◆ Material for the task:
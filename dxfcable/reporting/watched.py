"""Two outcomes of one drawing in one line: what the last save changed."""

from __future__ import annotations

from typing import TYPE_CHECKING

from dxfcable.lengths import format_elevation, format_length
from dxfcable.quantities import format_force

if TYPE_CHECKING:
    from dxfcable.asking import Outcome
    from dxfcable.model import FormedCable, Layout

_DIGITS = 4


def change_line(before: Outcome | None, after: Outcome) -> str:
    """Say in one line what a save changed, or how the drawing stands at first.

    Parameters
    ----------
    before : Outcome or None
        Of the solve before; None at first.
    after : Outcome
        Of this one.
    """
    assert after.layout is not None
    assert after.solution is not None
    layout = after.layout
    old: dict[str, FormedCable] = {}
    if before is not None and before.solution is not None:
        old = {formed.mark: formed for formed in before.solution.cables}
    parts = [_cable(old.get(formed.mark), formed, layout) for formed in after.solution.cables]
    new = {formed.mark for formed in after.solution.cables}
    parts += [f"{mark} is gone" for mark in old if mark not in new]
    changed = [part for part in parts if part]
    warnings = sum(f.severity.value == "warning" for f in after.findings)
    line = "; ".join(changed) or "nothing changed"
    return f"{line}; {warnings} to be seen by an engineer" if warnings else line


def _cable(before: FormedCable | None, after: FormedCable, layout: Layout) -> str:
    """Say what changed of one cable, "" where nothing did."""
    if before == after:
        return ""
    unit, length = layout.force_unit or "", layout.length_unit
    low = min((span.low_point for span in after.spans), key=lambda point: point[1])
    datum = next((c.datum for c in layout.cables if c.mark == after.mark), None)
    level = (
        f"Y {format_length(low[1], length)}"
        if datum is None
        else format_elevation(low[1] + datum, length)
    )
    figures = [
        ("pull", after.horizontal, before.horizontal if before else None),
        ("largest tension", after.max_tension, before.max_tension if before else None),
    ]
    words = []
    for name, now, then in figures:
        new = format_force(now or 0.0, unit, _DIGITS)
        old = "" if then is None else format_force(then, unit, _DIGITS)
        words.append(f"{name} {new}" if old in ("", new) else f"{name} {old} to {new}")
    loads = _loads(before, after, unit)
    return ", ".join([f"{after.mark} {words[0]}", *words[1:], f"low point {level}", *loads])


def _loads(before: FormedCable | None, after: FormedCable, unit: str) -> list[str]:
    """List loads that changed."""
    if before is None:
        return []
    known = {n.mark: n.load for n in before.nodes if not n.is_support}
    return [
        f"{n.mark} {format_force(known[n.mark], unit, _DIGITS)} to "
        f"{format_force(n.load, unit, _DIGITS)}"
        for n in after.nodes
        if not n.is_support and n.mark in known and known[n.mark] != n.load
    ]
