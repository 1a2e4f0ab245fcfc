# Sire and residual variance of the lambs by lme4. Run in this folder: Rscript make.R
suppressMessages(library(lme4))
lambs <- read.csv("harville_lamb.csv")
lambs[c("line", "sire", "damage")] <- lapply(lambs[c("line", "sire", "damage")], factor)
lambs$sire <- interaction(lambs$line, lambs$sire, drop = TRUE)
digits <- function(x) formatC(x, digits = 15, width = 1, format = "g")
rows <- lapply(c(FALSE, TRUE), function(reml) {
  tight <- lmerControl(optimizer = "bobyqa", optCtrl = list(rhobeg = 0.2, rhoend = 1e-12, maxfun = 1e5), calc.derivs = FALSE,
                       check.conv.singular = "ignore")
  f <- lmer(weight ~ line + damage + (1 | sire), lambs, REML = reml, control = tight)
  v <- as.data.frame(VarCorr(f))$vcov
  data.frame(criterion = if (reml) "REML" else "ML", sire = digits(v[1]), residual = digits(v[2]),
             deviance = digits(-2 * as.numeric(logLik(f))))
})
write.csv(do.call(rbind, rows), "reference.csv", row.names = FALSE, quote = FALSE)
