"""Ball densities against what balls are made of: published ranges, and what the sheet says."""

from __future__ import annotations

import pytest

import plumbfall as pf
from plumbfall.findings.ball_materials import material_named
from support.benches import bench_dict, drops_table

CODE = "density-implausible"


def found(ball, **changes):
    table = drops_table({"X": [9.01, 9.02, 9.03]})
    if "name" in ball:
        name = ball.pop("name")
        table["ball"] = name
    else:
        name = "X"
    result = pf.reduce(table, bench_dict(ball={name: ball}, **changes), draws=0)["A"].result
    return [one for one in result.findings if one.code == CODE], result


@pytest.mark.parametrize(
    ("name", "density"),
    [
        # EN 10088-1: 7700 and 8000; data sheets; ISO 3585: 2230; 3900 to 3990 for ruby (METROLOGY)
        ("steel 440C", 7700),
        ("AISI 420", 7750),
        ("316 steel", 8000),
        ("52100", 7810),
        ("borosilicate 3.3", 2230),
        ("soda-lime glass", 2500),
        ("ruby", 3985),
        ("ruby", 3900),
        ("tungsten carbide 6 Co", 14900),
        ("silicon nitride", 3200),
        ("PTFE", 2160),
        ("PMMA", 1180),
        ("polyamide 66", 1140),
    ],
)
def test_published_densities_lie_within_the_range_of_their_name(name, density):
    material = material_named(name)
    assert material.low <= density <= material.high


def test_a_number_alone_is_no_alloy():
    assert material_named("304") is None
    assert material_named("ball 420") is None


def test_steel_that_is_too_light_is_warned_of_with_what_it_costs():
    ball = {"name": "steel 3", "diameter": "3.0002(2) mm", "density": "7.070(3) g/cm3"}
    (one,), result = found(ball)
    assert one.severity == "warning"
    assert result.status == "valid-with-warnings"
    assert one.effect == pytest.approx((7600 - 7070) / (7070 - 970.2), rel=1e-3)
    assert "has a density of 7.07 g/cm3, but steel has 7.6 to 8.06 g/cm3" in one.message


def test_a_weighed_ball_of_no_known_material_is_warned_of():
    """A 3 mm ball of 108.85 mg is steel of 7.70; read as 3.10 mm it would be 6.98 g/cm3."""
    (one,), _ = found({"diameter": "3.1002(2) mm", "mass": "108.85(1) mg"})
    assert "no usual ball has it; the nearest is" in one.message
    assert "of diameter, would explain it" in one.remedy
    assert found({"diameter": "3.0002(2) mm", "mass": "108.85(1) mg"})[0] == []


def test_the_name_of_the_material_entry_counts_too():
    ball = {"diameter": "3.0002(2) mm", "material": "glass"}
    material = {"glass": {"density": "3.90(1) g/cm3"}}
    assert "glass has 2.18 to 2.7" in found(ball, material=material)[0][0].message
    assert found(ball, material={"glass": {"density": "2.51(1) g/cm3"}})[0] == []


def test_its_own_uncertainty_is_allowed_for():
    ball = {"name": "steel 3", "diameter": "3.0002(2) mm", "density": "7.55(5) g/cm3"}
    assert found(ball)[0] == []


def test_beyond_every_ball_it_stays_an_error():
    (one,), result = found({"name": "steel 3", "diameter": "6.0 mm", "density": "21.0(1) g/cm3"})
    assert one.severity == "error"
    assert result.status == "invalid"


@pytest.mark.parametrize(
    ("material", "density"), [("steel", 7.70), ("borosilicate", 2.23), ("PMMA", 1.185)]
)
def test_a_radius_is_told_for_light_balls_too(material, density):
    """Weighed balls of published densities, the diameter halved: 8 times the density."""
    mass = density * 1e-3 * 3.14159265 / 6 * 4.0002**3 * 1e3  # mg for mm
    table = drops_table({"X": [30.01, 30.02, 30.03]})
    ball = {"diameter": "2.0001(2) mm", "mass": f"{mass:.3f}(10) mg"}
    result = pf.reduce(table, bench_dict(ball={"X": ball}), draws=0)["A"].result
    (one,) = (f for f in result.findings if f.code == "radius-as-diameter-suspected")
    assert f"with twice the diameter it would be {density:.2f}" in one.message
    assert CODE not in {f.code for f in result.findings}
    assert result.status == "invalid"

◆ What needs to be done: All that is needed is the number of lines in the material containing the string "reml".

◆ Solution: 3